In termini di applicazioni a valle, una procedura che segue comunemente la purificazione dei plasmidi è la trasfezione, che prevede l'introduzione di DNA plasmidico nelle cellule eucariotiche. Spesso l'obiettivo di un esperimento di trasfezione è quello di visualizzare la struttura di cellule e tessuti con proteine reporter, come quelle che etichettano i neuroni nelle immagini che vedete qui.

A volte più plasmidi purificati da diverse preparazioni di purificazione possono essere introdotti negli stessi batteri, riproducendo così un'intera via biosintetica attraverso la produzione di un numero di enzimi codificati dai plasmidi. Il risultato finale è la produzione di un composto complesso, come l'antibiotico che vedete qui, da parte della cellula.

I plasmidi purificati possono essere reintrodotti nei batteri, al fine di generare grandi quantità di proteine codificate dal plasmide.
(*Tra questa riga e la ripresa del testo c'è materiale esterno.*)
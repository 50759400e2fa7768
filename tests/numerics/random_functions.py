"""Random smooth vector functions with their Jacobians, corners to plant into them, and noise to put on them."""

from __future__ import annotations

from collections.abc import Callable
from dataclasses import dataclass

import numpy as np
from scipy.interpolate import CubicSpline

Scalar = tuple[Callable, Callable]  # a function and its derivative


def _scalar(rng: np.random.Generator) -> Scalar:
    kind, fast, shift = int(rng.integers(8)), 10 ** rng.uniform(-1, 0.7), rng.uniform(-2, 2)
    calm = min(fast, 2.0)
    if kind == 0:
        return (lambda y: np.sin(fast * y + shift)), (lambda y: fast * np.cos(fast * y + shift))
    if kind == 1:
        return (lambda y: np.exp(calm * np.tanh(y))), (lambda y: calm / np.cosh(y) ** 2 * np.exp(calm * np.tanh(y)))
    if kind == 2:
        return (lambda y: np.sqrt(3 + np.tanh(y))), (lambda y: 0.5 / np.cosh(y) ** 2 / np.sqrt(3 + np.tanh(y)))
    if kind == 3:
        return (lambda y: np.tanh(fast * y + shift)), (lambda y: fast / np.cosh(fast * y + shift) ** 2)
    if kind == 4:
        table = CubicSpline(np.linspace(-12, 12, 49), rng.normal(size=49))
        return table, table.derivative()
    if kind == 5:
        return (lambda y: shift * y**2 + y), (lambda y: 2 * shift * y + 1)
    if kind == 6:
        bottom = lambda y: 2 + np.cos(fast * y)  # noqa: E731
        return (lambda y: 1 / bottom(y)), (lambda y: fast * np.sin(fast * y) / bottom(y) ** 2)
    return (lambda y: np.arctan2(fast * y, 1.5) + shift * y), (lambda y: 1.5 * fast / (2.25 + (fast * y) ** 2) + shift)


@dataclass(frozen=True)
class Smooth:
    """f about z0, its Jacobian there; sizes (v,): on which it bends; nominal (v,): as an engineer guesses them."""

    f: Callable
    z0: np.ndarray
    jacobian: np.ndarray
    sizes: np.ndarray
    nominal: np.ndarray

    @property
    def scales(self) -> np.ndarray:
        """Largest term of each row."""
        return np.abs(self.jacobian * self.nominal).max(axis=1)


def smooth(seed: int) -> Smooth:
    """Sums of products of smooth functions of mixed variables, badly scaled in rows and columns."""
    rng = np.random.default_rng(seed)
    v, r = int(rng.integers(1, 7)), int(rng.integers(1, 6))
    terms = [
        (
            int(row),
            rng.choice([-1, 1]) * 10 ** rng.uniform(-2, 2),
            _scalar(rng),
            _scalar(rng),
            rng.normal(size=v) * (rng.random(v) < 0.6),
            rng.normal(size=v) * (rng.random(v) < 0.3),
        )
        for row in np.repeat(np.arange(r), rng.integers(1, 4, size=r))
    ]
    row_scale = 10 ** rng.uniform(-6, 6, size=r)
    sizes = 10 ** rng.uniform(-6, 6, size=v)
    z0 = sizes * rng.choice([0, 1, 10], size=v) * rng.uniform(-1, 1, size=v)
    centre = rng.uniform(-2, 2, size=v)
    nominal = sizes * 10 ** rng.uniform(-1, 1, size=v)

    def f(z: np.ndarray) -> np.ndarray:
        y = (z - z0[:, np.newaxis]) / sizes[:, np.newaxis] + centre[:, np.newaxis]
        out = np.zeros((r, z.shape[1]))
        for row, factor, (p, _), (q, _), along, across in terms:
            out[row] += row_scale[row] * factor * p(along @ y) * q(across @ y)
        return out

    jacobian = np.zeros((r, v))
    for row, factor, (p, dp), (q, dq), along, across in terms:
        a, b = along @ centre, across @ centre
        jacobian[row] += row_scale[row] * factor * (dp(a) * q(b) * along + p(a) * dq(b) * across)
    return Smooth(f, z0, jacobian / sizes, sizes, nominal)


# functions of the distance from the corner, in nominal sizes; each changes its slope there by one (or its value)
CORNERS = {
    "abs": lambda w: np.abs(w) / 2,
    "clip": lambda w: np.clip(w, -3.0, 0.0),
    "dead zone": lambda w: w - np.clip(w, -1.0, 0.0),
    "table": lambda w: np.interp(w, [-2.0, -1.0, 0.0, 1.0, 2.0], [-1.0, 0.5, 0.0, 0.5, 0.0]),
    "max": lambda w: np.maximum(w, 0.0),
    "relay": lambda w: np.where(w >= 0, 0.01, 0.0),
}


@dataclass(frozen=True)
class Planted:
    """A smooth function with a corner in one entry."""

    f: Callable
    base: Smooth
    row: int
    column: int
    kind: str
    distance: float
    gap: float  # as a share of the row's scale

    @property
    def resolution(self) -> float:
        """Distance of floating-point numbers at the point, in nominal sizes."""
        return float(np.spacing(np.abs(self.base.z0[self.column])) / self.base.nominal[self.column])


def planted(seed: int, kind: str, distance: float) -> Planted | None:
    """A corner of `kind` put `distance` nominal sizes from the point; None where the chosen row is constant."""
    base = smooth(seed)
    rng = np.random.default_rng([seed, 1])
    row, column = int(rng.integers(len(base.jacobian))), int(rng.integers(len(base.z0)))
    share = 10 ** rng.uniform(-0.9, 1.0)
    gap = share * base.scales[row]
    if gap == 0:
        return None
    at = base.z0[column] + distance * base.nominal[column]

    def f(z: np.ndarray) -> np.ndarray:
        out = base.f(z)
        out[row] += gap * CORNERS[kind]((z[column] - at) / base.nominal[column])
        return out

    return Planted(f, base, row, column, kind, distance, share)


def scattered(values: np.ndarray) -> np.ndarray:
    """Numbers in [-1/2, 1/2] that depend on every bit of `values` and on nothing else."""
    bits = np.ascontiguousarray(values).view(np.uint64)
    bits = (bits * np.uint64(0x9E3779B97F4A7C15)) ^ (bits >> np.uint64(29))
    bits = bits * np.uint64(0xBF58476D1CE4E5B9)
    return ((bits ^ (bits >> np.uint64(32))).astype(np.float64) / 2.0**64 - 0.5).reshape(np.shape(values))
Qui si vedono le cellule batteriche che vengono omogeneizzate e lisate prima che possa essere eseguita una tecnica chiamata purificazione di affinità per isolare la proteina bersaglio. La proteina purificata viene cristallizzata e la sua struttura viene quindi identificata.

Avete appena visto l'introduzione di JoVE alla purificazione dei plasmidi. In questo video abbiamo discusso i principi di base di questo metodo, la sua descrizione passo dopo passo e una manciata di applicazioni della tua preparazione plasmidica. Come sempre, grazie per la visione!